Construction of all of the cells has been done and everything is under roof at the Middlesex Township facility. Some exterior lighting and landscaping work still needs to be done, but everything appears to be on schedule, said Pat Slattery, the county’s director of capital projects.

Inside, crews are equipping control rooms and getting security systems online. The fit-out of the 3,500-square-foot booking center is also being done. Located on the prison’s east side, it features a gated sally port to transport prisoners and a separate secure public entrance.

There will be both individual and group adult holding cells in addition to the two juvenile holding cells. There are four new housing units with 20 cells and 40 beds each.

“Hopefully by mid-January we will be fully operational,” Warden Earl Reitz said of this $11 million first phase, which will increase inmate capacity by 40 percent.

The county broke ground on the project last August. Construction was in high gear by September 2008, Slattery said, noting that aside from the new construction, a great deal of work was also needed on the prison’s infrastructure.

This included a new emergency generator, demolition of the boiler room and installation of new equipment, installation of new electrical service and replacement of the piping and ductwork for new plumbing and HVAC.

Capacity

While a growing county population and an increase in crime largely drove officials to expand the prison, the age of the facility — which opened in May 1985 — also contributed to the decision. When phase one is completed, two additional phases will be needed to renovate the original section.

Phases two and three will include replacing windows, doors and locks, as well as kitchen and medical suite additions and other renovations to accommodate the increased prison population. In addition, a female housing/work release unit and visitation areas will be expanded.

The second phase is scheduled to start in late summer or early fall next year, Slattery said.
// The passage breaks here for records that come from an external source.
def _soil(raw: Any, present: bool) -> SoilProperties:
    """The geotechnical report's values, or a presumptive class of IBC 2021 Table 1806.2.

    The site values have no default: a missing one is refused.
    """
    if not present:
        raise InputError(
            "",
            "is missing; give the geotechnical report's allowable_bearing, friction (or cohesion) and unit_weight, "
            "or a presumptive_class of IBC Table 1806.2",
        )
    obj = _object(raw, "")
    _keys(obj, SOIL_KEYS)
    report = _text(obj, "report")
    presumptive = None
    if "presumptive_class" in obj:
        from .presumptive import TABLE_1806_2  # only for a project that names a class

        number = obj["presumptive_class"]
        if isinstance(number, bool) or not isinstance(number, int) or number not in TABLE_1806_2:
            raise InputError("presumptive_class", f"expected a class of IBC 2021 Table 1806.2, 1 to 5, got {_show(number)}")
        presumptive = TABLE_1806_2[number]
        for key in ("allowable_bearing", "friction", "cohesion", "passive"):
            if key in obj:
                raise InputError(
                    key,
                    f"is given beside presumptive_class {number}, which sets it (IBC 2021 Table 1806.2); keep one of the two",
                )
    else:
        if "allowable_bearing" not in obj:
            raise InputError(
                "allowable_bearing",
                'is missing; enter the allowable bearing pressure from the geotechnical report, such as "2000 psf"',
            )
        if "friction" not in obj and "cohesion" not in obj:
            raise InputError(
                "friction",
                "is missing; enter the friction coefficient from the geotechnical report (or cohesion, for a cohesive soil)",
            )
    if "unit_weight" not in obj:
        raise InputError(
            "unit_weight", 'is missing; enter the soil\'s unit weight from the geotechnical report, such as "110 pcf"'
        )
    sliding_default = SlidingBasis.DEAD.value if presumptive else SlidingBasis.TOTAL.value
    sliding_basis = _choice(
        obj,
        "sliding_basis",
        {b.value: b for b in SlidingBasis},
        sliding_default,
        "IBC 2021 Table 1806.2 note a: friction on the dead load"
        if presumptive
        else "friction and the cohesion cap on the combination's whole vertical load",
    )
    common = dict(
        bearing_basis=_choice(
            obj, "bearing_basis", {b.value: b for b in BearingBasis}, "gross", "the allowable is compared with the gross pressure"
        ),
        passive_ignore=_quantity(
            obj, "passive_ignore", Kind.LENGTH, "0 in", "passive resistance taken from the ground surface", non_negative=True
        ),
        unit_weight=_quantity(obj, "unit_weight", Kind.UNIT_WEIGHT, non_negative=True),
        report=report,
        sliding_basis=sliding_basis,
    )
    if presumptive is not None:
        return SoilProperties(
            allowable_bearing=presumptive.allowable_bearing,
            friction=presumptive.friction,
            cohesion=presumptive.cohesion,
            passive=presumptive.lateral_bearing,
            presumptive_class=presumptive.number,
            **common,
        )
    return SoilProperties(
        allowable_bearing=_quantity(obj, "allowable_bearing", Kind.PRESSURE, positive=True),
        friction=_number(
            obj, "friction", 0.0, BASIS_NONE, non_negative=True, limit=MAX_FRICTION, limit_reason="a friction coefficient"
        ),
        cohesion=_quantity(obj, "cohesion", Kind.PRESSURE, "0 psf", BASIS_NONE, non_negative=True),
        passive=_quantity(obj, "passive", Kind.PRESSURE_GRADIENT, "0 pcf", BASIS_NONE, non_negative=True),
        **common,
    )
The county has not yet bid the project.

It will coincide with the construction of a new county public safety building across the street on Claremont Road, behind the former agricultural extension building and Claremont Nursing and Rehabilitation Center. Currently, the public safety department, which includes the 911 call center, is housed in the basement of the prison.

The county broke ground on that project — a 21,000-square-foot standalone building — earlier this month. It is slated to open in May 2011, moving public safety out of the prison.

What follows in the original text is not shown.